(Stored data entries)
=======
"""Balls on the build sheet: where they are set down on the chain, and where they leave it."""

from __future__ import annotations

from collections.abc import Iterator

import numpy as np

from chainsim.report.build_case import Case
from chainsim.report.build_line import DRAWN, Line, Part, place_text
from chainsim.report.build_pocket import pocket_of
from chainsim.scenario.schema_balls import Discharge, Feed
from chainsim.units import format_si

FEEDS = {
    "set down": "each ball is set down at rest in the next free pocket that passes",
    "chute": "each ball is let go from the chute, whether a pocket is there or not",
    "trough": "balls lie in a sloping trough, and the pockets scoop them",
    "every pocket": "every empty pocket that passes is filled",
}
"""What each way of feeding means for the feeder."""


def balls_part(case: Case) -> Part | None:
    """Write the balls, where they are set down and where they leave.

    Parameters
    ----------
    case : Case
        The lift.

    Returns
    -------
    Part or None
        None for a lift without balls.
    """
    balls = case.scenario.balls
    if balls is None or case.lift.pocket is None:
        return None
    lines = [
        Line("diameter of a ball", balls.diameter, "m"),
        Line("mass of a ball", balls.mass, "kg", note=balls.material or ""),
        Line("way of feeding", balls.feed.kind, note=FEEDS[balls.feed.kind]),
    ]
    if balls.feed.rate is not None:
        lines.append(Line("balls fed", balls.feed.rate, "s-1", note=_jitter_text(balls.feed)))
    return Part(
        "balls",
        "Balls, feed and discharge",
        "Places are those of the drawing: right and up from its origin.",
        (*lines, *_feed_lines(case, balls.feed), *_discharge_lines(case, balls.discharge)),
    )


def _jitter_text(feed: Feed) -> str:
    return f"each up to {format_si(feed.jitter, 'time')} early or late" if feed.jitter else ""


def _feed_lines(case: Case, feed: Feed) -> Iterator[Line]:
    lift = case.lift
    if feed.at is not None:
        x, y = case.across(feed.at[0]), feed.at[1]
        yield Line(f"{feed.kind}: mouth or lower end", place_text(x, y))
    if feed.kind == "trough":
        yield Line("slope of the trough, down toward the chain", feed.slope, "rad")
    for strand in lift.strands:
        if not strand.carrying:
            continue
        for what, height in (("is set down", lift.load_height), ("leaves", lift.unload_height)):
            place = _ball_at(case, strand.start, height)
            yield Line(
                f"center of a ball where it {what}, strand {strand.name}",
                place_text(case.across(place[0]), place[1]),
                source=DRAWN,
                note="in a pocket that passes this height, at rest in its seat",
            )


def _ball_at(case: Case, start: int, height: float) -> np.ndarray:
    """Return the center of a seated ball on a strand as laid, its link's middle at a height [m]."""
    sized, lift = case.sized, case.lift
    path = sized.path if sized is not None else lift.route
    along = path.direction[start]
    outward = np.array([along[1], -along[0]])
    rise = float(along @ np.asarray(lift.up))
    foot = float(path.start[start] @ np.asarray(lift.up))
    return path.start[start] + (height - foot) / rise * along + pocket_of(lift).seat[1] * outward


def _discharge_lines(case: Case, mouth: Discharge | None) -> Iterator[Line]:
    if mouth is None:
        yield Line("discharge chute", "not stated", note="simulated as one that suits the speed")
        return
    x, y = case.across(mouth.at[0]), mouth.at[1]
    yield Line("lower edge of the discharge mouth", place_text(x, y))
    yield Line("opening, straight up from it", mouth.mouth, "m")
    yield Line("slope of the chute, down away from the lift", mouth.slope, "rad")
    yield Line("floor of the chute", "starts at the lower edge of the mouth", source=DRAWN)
=======
All of the lines above should be returned exactly as written.

Completed exercise ::
"""Balls on the build sheet: where they are set down on the chain, and where they leave it."""

from __future__ import annotations

from collections.abc import Iterator

import numpy as np

from chainsim.report.build_case import Case
from chainsim.report.build_line import DRAWN, Line, Part, place_text
from chainsim.report.build_pocket import pocket_of
from chainsim.scenario.schema_balls import Discharge, Feed
from chainsim.units import format_si

FEEDS = {
    "set down": "each ball is set down at rest in the next free pocket that passes",
    "chute": "each ball is let go from the chute, whether a pocket is there or not",
    "trough": "balls lie in a sloping trough, and the pockets scoop them",
    "every pocket": "every empty pocket that passes is filled",
}
"""What each way of feeding means for the feeder."""


def balls_part(case: Case) -> Part | None:
    """Write the balls, where they are set down and where they leave.

    Parameters
    ----------
    case : Case
        The lift.

    Returns
    -------
    Part or None
        None for a lift without balls.
    """
    balls = case.scenario.balls
    if balls is None or case.lift.pocket is None:
        return None
    lines = [
        Line("diameter of a ball", balls.diameter, "m"),
        Line("mass of a ball", balls.mass, "kg", note=balls.material or ""),
        Line("way of feeding", balls.feed.kind, note=FEEDS[balls.feed.kind]),
    ]
    if balls.feed.rate is not None:
        lines.append(Line("balls fed", balls.feed.rate, "s-1", note=_jitter_text(balls.feed)))
    return Part(
        "balls",
        "Balls, feed and discharge",
        "Places are those of the drawing: right and up from its origin.",
        (*lines, *_feed_lines(case, balls.feed), *_discharge_lines(case, balls.discharge)),
    )


def _jitter_text(feed: Feed) -> str:
    return f"each up to {format_si(feed.jitter, 'time')} early or late" if feed.jitter else ""


def _feed_lines(case: Case, feed: Feed) -> Iterator[Line]:
    lift = case.lift
    if feed.at is not None:
        x, y = case.across(feed.at[0]), feed.at[1]
        yield Line(f"{feed.kind}: mouth or lower end", place_text(x, y))
    if feed.kind == "trough":
        yield Line("slope of the trough, down toward the chain", feed.slope, "rad")
    for strand in lift.strands:
        if not strand.carrying:
            continue
        for what, height in (("is set down", lift.load_height), ("leaves", lift.unload_height)):
            place = _ball_at(case, strand.start, height)
            yield Line(
                f"center of a ball where it {what}, strand {strand.name}",
                place_text(case.across(place[0]), place[1]),
                source=DRAWN,
                note="in a pocket that passes this height, at rest in its seat",
            )


def _ball_at(case: Case, start: int, height: float) -> np.ndarray:
    """Return the center of a seated ball on a strand as laid, its link's middle at a height [m]."""
    sized, lift = case.sized, case.lift
    path = sized.path if sized is not None else lift.route
    along = path.direction[start]
    outward = np.array([along[1], -along[0]])
    rise = float(along @ np.asarray(lift.up))
    foot = float(path.start[start] @ np.asarray(lift.up))
    return path.start[start] + (height - foot) / rise * along + pocket_of(lift).seat[1] * outward


def _discharge_lines(case: Case, mouth: Discharge | None) -> Iterator[Line]:
    if mouth is None:
        yield Line("discharge chute", "not stated", note="simulated as one that suits the speed")
        return
    x, y = case.across(mouth.at[0]), mouth.at[1]
    yield Line("lower edge of the discharge mouth", place_text(x, y))
    yield Line("opening, straight up from it", mouth.mouth, "m")
    yield Line("slope of the chute, down away from the lift", mouth.slope, "rad")
    yield Line("floor of the chute", "starts at the lower edge of the mouth", source=DRAWN)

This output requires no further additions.